Olivia Long, CEO of SMSF administrators Xpress Super and SuperGuardian, says the Government’s decision to take a short-term approach to superannuation will prove to have a long-term cost for people in their retirement years.
Long singled out the Federal Government’s decision to reduce the concessional contribution from $30,000 for people aged under 50 and $35,000 for those 50 and over back to $25,000 as an ill-considered move that will especially hurt those who haven’t been able to save earlier in their working lives.
“All the research shows that people wait till later in their working lives to top their superannuation. This is when they have the financial capacity to do so, yet in one fell swoop the Government is making this that much harder. It will particularly fall heavily on women and those who have broken work patterns,” she said.
Australia’s leading seniors’ advocacy organisation, COTA Australia, today labelled the overall effect of the 2016 Federal budget a mixed bag for older people with some great measures around superannuation. COTA Australia Chief Executive Ian Yates said he welcomed the initiatives which put superannuation back on the path for which it was originally intended and ensured women and low income workers had more opportunities to save for their retirement.
COTA Australia Chief Executive Ian Yates said the superannuation changes were the most significant tructural reforms since superannuation was first introduced.
“COTA is pleased to see the government move in a direction that ensures superannuation is used for the purpose it was originally intended – as a way for people to save for their retirement rather than a wealth accumulation scheme for Australia’s highest earners,” Mr Yates said.
“COTA is also extremely pleased to see the lifting of the restrictions on the age people can make superannuation contributions over 65 years to a new limit of 75 years”, Mr Yates said.
“This acknowledges that increasing numbers of people are choosing to work well into their 70s and sends a positive signal about mature age employment.”
The Association of Superannuation Funds of Australia (ASFA) has said that it will be important for the government to consult on the implementation of a number of the measures. Some of the measures have the potential to significantly increase administration costs of funds.

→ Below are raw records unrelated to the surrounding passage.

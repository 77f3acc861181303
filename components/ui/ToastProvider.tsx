import { createContext, useCallback, useContext, useEffect, useMemo, useState, type ReactNode } from 'react';
import { StyleSheet, View } from 'react-native';
import { hairline, radius, space } from '@/constants/theme';
import { Button } from './Button';
import { Icon } from './Icon';
import { Text } from './Text';
import { useTheme } from './ThemeProvider';
import { web } from './web-props';

export interface ToastMessage {
  message: string;
  tone?: 'pine' | 'vermilion' | 'ochre';
  /** Offers to take the deed back. */
  undo?: () => void;
}

type Show = (toast: ToastMessage) => void;
const ToastContext = createContext<Show | null>(null);
const SHOWN_MS = 10_000;

/** Short news at the lower edge, read out politely; stays while the pointer or the focus is on it. */
export function ToastProvider({ children }: { children: ReactNode }) {
  const [toast, setToast] = useState<(ToastMessage & { key: number }) | null>(null);
  const show = useCallback<Show>((next) => setToast({ ...next, key: Date.now() }), []);
  const close = useCallback(() => setToast(null), []);
  return (
    <ToastContext.Provider value={show}>
      {children}
      <View style={styles.place} pointerEvents="box-none" role="status" aria-live="polite">
        {toast ? <Toast key={toast.key} toast={toast} onClose={close} /> : null}
      </View>
    </ToastContext.Provider>
  );
}

/** `const toast = useToast(); toast({ message: 'Renamed.', undo })` */
export function useToast(): Show {
  const show = useContext(ToastContext);
  if (!show) throw new Error('useToast needs a ToastProvider above it.');
  return show;
}

function Toast({ toast, onClose }: { toast: ToastMessage; onClose: () => void }) {
  const { palette } = useTheme();
  const [held, setHeld] = useState(false);
  const tone = toast.tone ?? 'pine';
  const hold = useMemo(() => ({ onMouseEnter: () => setHeld(true), onMouseLeave: () => setHeld(false) }), []);
  useEffect(() => {
    if (held) return;
    const timer = setTimeout(onClose, SHOWN_MS);
    return () => clearTimeout(timer);
  }, [held, onClose]);
  return (
    <View
      {...web(hold)}
      style={[
        styles.toast,
        { backgroundColor: palette.sheet, borderColor: palette.rule, borderLeftColor: palette[tone] },
      ]}
    >
      <Icon name={tone === 'pine' ? 'check' : 'warn'} tone={tone} size={20} />
      <Text variant="label" style={styles.message}>
        {toast.message}
      </Text>
      {toast.undo ? (
        <Button
          label="Undo"
          kind="plain"
          onFocus={() => setHeld(true)}
          onBlur={() => setHeld(false)}
          onPress={() => {
            toast.undo?.();
            onClose();
          }}
        />
      ) : null}
      <Button label="Dismiss" icon="close" iconOnly kind="plain" onPress={onClose} />
    </View>
  );
}

const styles = StyleSheet.create({
  place: {
    position: 'absolute',
    left: space.m,
    right: space.m,
    bottom: 84,
    alignItems: 'center',
    zIndex: 20,
  },
  toast: {
    flexDirection: 'row',
    alignItems: 'center',
    gap: space.s,
    paddingLeft: space.m,
    borderRadius: radius,
    borderWidth: hairline,
    borderLeftWidth: 3,
    maxWidth: 560,
    boxShadow: '0 6px 24px rgba(0, 0, 0, 0.16)',
  },
  message: { flexShrink: 1, paddingVertical: space.m },
});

Such costs would likely be passed on to all fund members, not just those directly impacted by the changes.
“We do not support the reduction of annual concessional caps to $25,000. While today less than 2 per cent of people (around 255,000) with superannuation make contributions above $25,000, a significant number of such individuals have low balances are attempting to catch up,” said ASFA CEO Pauline Vamos.
“For instance, around 36,000 women with balances less than $200,000 in 2013/14, were making contributions in excess of $25,000.

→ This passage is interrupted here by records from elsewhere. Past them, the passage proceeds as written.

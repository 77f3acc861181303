import { Link, type Href } from 'expo-router';
import { StyleSheet } from 'react-native';
import { fonts, touchTarget, typeScale } from '@/constants/theme';
import { useTheme } from './ThemeProvider';

export interface TextLinkProps {
  href: Href;
  label: string;
  /** Where the same words lead to several places: "Open Breakwater loop 3". */
  spoken?: string;
}

/** A link in words, tall enough for a thumb. */
export function TextLink({ href, label, spoken }: TextLinkProps) {
  const { palette } = useTheme();
  return (
    <Link href={href} aria-label={spoken} style={[styles.link, { color: palette.petrol }]}>
      {label}
    </Link>
  );
}

const styles = StyleSheet.create({
  link: {
    fontFamily: fonts.labelStrong,
    fontSize: typeScale.body,
    lineHeight: 20,
    paddingVertical: (touchTarget - 20) / 2,
  },
});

“While the changes to the flexibility caps will allow women, in particular, who currently retire with less than half the superannuation of men, to catch up. However, the restriction of a five year period for the calculation of previously unused cap amounts restricts the effectiveness of it.”
The Financial Services Council (FSC) notes the proposed budget changes to superannuation are designed to improve retirement outcomes for all Australians.
Positive measures that help women save for their retirement and extend the scope of superannuation to all Australians, including contractors are welcome. The FSC also supports the changes to retirement income products.
However the proposed restrictions on savers and retirees appear to be counterproductive. FSC CEO Sally Loane said: “The test for this budget is whether Australia will have more pensioners or more self funded retirees.”